All unincorporated businesses and individual landlords are due to enter the MTD for income tax (MTD ITSA) regime on 6 April 2023. This single start date for everyone is due to the switch from the current year basis to the tax year basis as we explained on 5 August 2021.
There is a chance that MTD ITSA will be delayed, or deferred for some taxpayers, as many issues relating to landlords and partnerships have not been bottomed out, but don’t count on that.
Those mandated into MTD ITSA will have to make quarterly submissions of the totals digitally recorded during the quarter by the accounting system of:
- sales income for each trade
- purchases/expenses for each category
The categories of expenses are expected to be those currently required in the self-employment section (form SA105) and property section (form SA103F) of the SA tax return. When the final MTD ITSA regulations are released (expected next month) we will know exactly what those expense categories are.
The quarterly submission is essentially a rough and ready profit and loss account. The taxpayer (or their tax agent) is not required to declare that the quarterly submission is a complete or correct reflection of the net or gross income of the business, as the submission does not contain an accuracy statement.

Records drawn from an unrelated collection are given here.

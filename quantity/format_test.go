package quantity_test

import (
	"fmt"
	"math"
	"testing"

	"github.com/google/go-cmp/cmp"
	"pgregory.net/rapid"

	q "similis.dev/similis/quantity"
)

// namedCases are the twelve dimensions String names, with the spellings
// it writes. The compounds are those of SI Brochure, 8th ed. (2006),
// Table 4 (Pa s, N m, N/m, W/m², J/K, J/(kg K), W/(m K)); W/(m²·K) and
// N/m³ follow them (common practice).
var namedCases = []struct {
	d            q.Dim
	name, ascii  string
	kind, sample string // a kind of the dimension, and a value's text
}{
	{q.Force, "N", "N", "force", "138434.1 N"},
	{q.Pressure, "Pa", "Pa", "pressure", "101325 Pa"},
	{q.Power, "W", "W", "power", "2.5e+06 W"},
	{q.Torque, "N·m", "N*m", "torque", "12 N·m"},
	{q.DynamicViscosity, "Pa·s", "Pa*s", "dynamic viscosity", "0.0010016 Pa·s"},
	{q.SurfaceTension, "N/m", "N/m", "surface tension", "0.0728 N/m"},
	{q.SpecificWeight, "N/m³", "N/m^3", "specific weight", "9789 N/m³"},
	{q.HeatFluxDensity, "W/m²", "W/m^2", "heat flux density", "1361 W/m²"},
	{q.ThermalConductivity, "W/(m·K)", "W/(m*K)", "thermal conductivity", "0.6 W/(m·K)"},
	{q.HeatTransferCoefficient, "W/(m²·K)", "W/(m^2*K)", "heat transfer coefficient", "25 W/(m²·K)"},
	{q.HeatCapacity, "J/K", "J/K", "heat capacity", "4186 J/K"},
	{q.SpecificHeatCapacity, "J/(kg·K)", "J/(kg*K)", "specific heat capacity", "4186 J/(kg·K)"},
}

// TestNamedUnitSet checks the spelling of every named dimension in
// String, ASCII, Describe and %v, and that each text reads back through
// ParseQuantitySI to the same value and dimension.
func TestNamedUnitSet(t *testing.T) {
	for _, c := range namedCases {
		x, err := q.ParseQuantitySI(c.sample)
		if err != nil || x.Dim() != c.d {
			t.Errorf("ParseQuantitySI(%q) = %v, %v; want dimension %v", c.sample, x, err, c.d)
			continue
		}
		got := []string{x.String(), x.ASCII(), fmt.Sprintf("%v", x), fmt.Sprintf("%#v", x), q.Describe(c.d)}
		num := fmt.Sprint(x.Value())
		want := []string{c.sample, num + " " + c.ascii, c.sample, num + " " + c.ascii, q.KindName(c.d) + " [" + c.name + "]"}
		if d := cmp.Diff(want, got); d != "" {
			t.Errorf("%s (-want +got):\n%s", c.kind, d)
		}
		if k, ok := q.KindDim(c.kind); !ok || k != c.d {
			t.Errorf("KindDim(%q) = %v, %v; want %v", c.kind, k, ok, c.d)
		}
		for _, s := range got[:4] {
			back, err := q.ParseQuantitySI(s)
			if err != nil || back != x {
				t.Errorf("%q reads back as %v, %v; want %v", s, back, err, x)
			}
		}
	}
}

// TestUnnamedUnitText checks that dimensions outside the fixed set keep
// the SI base-unit form: a frequency or an angular velocity is never
// guessed to be Hz or rad/s, a molar flow is not katal, a specific energy
// is not J/kg (a velocity squared shares it), and no electrical unit is
// named (T alone is the ISO symbol of time).
func TestUnnamedUnitText(t *testing.T) {
	cases := []struct {
		x    q.Quantity
		want string
	}{
		{q.New(50, q.Frequency), "50 s⁻¹"},
		{q.New(50, q.AngularVelocity), "50 s⁻¹"},
		{q.New(2, q.CatalyticActivity), "2 s⁻¹·mol"},
		{q.New(9.81, q.SpecificEnergy), "9.81 m²·s⁻²"},
		{q.New(3, q.AngularMomentum), "3 kg·m²·s⁻¹"},
		{q.New(1.5, q.MagneticFluxDensity), "1.5 kg·s⁻²·A⁻¹"},
		{q.New(230, q.Voltage), "230 kg·m²·s⁻³·A⁻¹"},
		{q.New(1.225, q.Density), "1.225 kg·m⁻³"},
	}
	for _, c := range cases {
		if got := c.x.String(); got != c.want {
			t.Errorf("String of %v = %q, want %q", c.x.Dim(), got, c.want)
		}
		back, err := q.ParseQuantitySI(c.want)
		if err != nil || back != c.x {
			t.Errorf("%q reads back as %v, %v", c.want, back, err)
		}
	}
}

// TestParseNamedUnitNotISO checks that a unit text that is exactly a name
// of the set reads as that unit, not as ISO dimension symbols: "N·m" is
// the newton metre, not amount of substance times length, while the ISO
// form keeps its meaning elsewhere.
func TestParseNamedUnitNotISO(t *testing.T) {
	cases := []struct {
		in   string
		want q.Dim
	}{
		{"12 N·m", q.Torque},
		{"12 N*m", q.Torque},
		{"2 Pa*s", q.DynamicViscosity},
		{"4186 J/(kg*K)", q.SpecificHeatCapacity},
		{"12 L N", q.MustParseDim("L N")}, // the ISO form: amount of substance times length
		{"3 J", q.LuminousIntensity},      // J alone is the ISO symbol, as before
		{"3 T", q.Time},
	}
	for _, c := range cases {
		x, err := q.ParseQuantitySI(c.in)
		if err != nil || x.Dim() != c.want {
			t.Errorf("ParseQuantitySI(%q) = %v, %v; want dimension %v", c.in, x, err, c.want)
		}
	}
	for _, s := range []string{"1 Pa·s·m", "1 N·m ", "1 W/(m K)"} {
		if s == "1 N·m " { // trailing space is trimmed: still the newton metre
			if x, err := q.ParseQuantitySI(s); err != nil || x.Dim() != q.Torque {
				t.Errorf("ParseQuantitySI(%q) = %v, %v", s, x, err)
			}
			continue
		}
		if x, err := q.ParseQuantitySI(s); err == nil {
			t.Errorf("ParseQuantitySI(%q) = %v, want an error (not a spelling String writes)", s, x)
		}
	}
}

// TestNamedUnitRoundTrip: for every named kind and any finite value,
// String, ASCII, %v, %#v and MarshalText read back through
// ParseQuantitySI to the same bits and dimension.
func TestNamedUnitRoundTrip(t *testing.T) {
	kinds := q.Kinds()
	rapid.Check(t, func(t *rapid.T) {
		k := kinds[rapid.IntRange(0, len(kinds)-1).Draw(t, "kind")]
		v := rapid.Float64().Filter(func(v float64) bool { return !math.IsNaN(v) && !math.IsInf(v, 0) }).Draw(t, "v")
		x := q.New(v, k.Dim)
		b, err := x.MarshalText()
		if err != nil {
			t.Fatalf("MarshalText(%v): %v", x, err)
		}
		for _, s := range []string{x.String(), x.ASCII(), fmt.Sprintf("%v", x), fmt.Sprintf("%#v", x), string(b)} {
			back, err := q.ParseQuantitySI(s)
			if err != nil || back.Dim() != x.Dim() || math.Float64bits(back.Value()) != math.Float64bits(v) {
				t.Fatalf("%s: %q reads back as %v, %v", k.Name, s, back, err)
			}
		}
	})
}

// TestFormatNamedUnit checks the Formatter with a compound unit: the
// precision applies to the number only, the unit is kept, and the width
// counts runes.
func TestFormatNamedUnit(t *testing.T) {
	mu := q.New(0.0010016, q.DynamicViscosity)
	cases := []struct {
		format string
		want   string
	}{
		{"%.4g", "0.001002 Pa·s"},
		{"%#.3e", "1.002e-03 Pa*s"},
		{"%-16v|", "0.0010016 Pa·s  |"},
		{"%16v|", "  0.0010016 Pa·s|"},
		{"%+.2g", "+0.001 Pa·s"},
	}
	if got := fmt.Sprintf("%+v", q.New(math.Copysign(0, -1), q.Pressure)); got != "-0 Pa" {
		t.Errorf("%%+v of -0 Pa = %q, want \"-0 Pa\"", got)
	}
	for _, c := range cases {
		if got := fmt.Sprintf(c.format, mu); got != c.want {
			t.Errorf("Sprintf(%q) = %q, want %q", c.format, got, c.want)
		}
	}
	if got := fmt.Sprintf("%.4g", q.New(12.345, q.Energy)); got != "12.35 N·m" {
		t.Errorf("energy %%.4g = %q", got)
	}
}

Thus, the quarterly submission is not a 3-month set of accounts, it is a data dump to prove to HMRC that the business is keeping some near-to-real-time digital records.
The HMRC computer will take the figures reported in the quarterly statement and reflect back to the taxpayer an estimate of the tax they will need to pay for the year. This may be a completely nonsense figure as the quarterly submission could be full of mistakes and won’t include any capital allowances or other tax reliefs.
Any errors or mistakes included in the quarterly submissions should be corrected in the end of period statement (EOPS), which will include a declaration of accuracy, just like the SA tax return.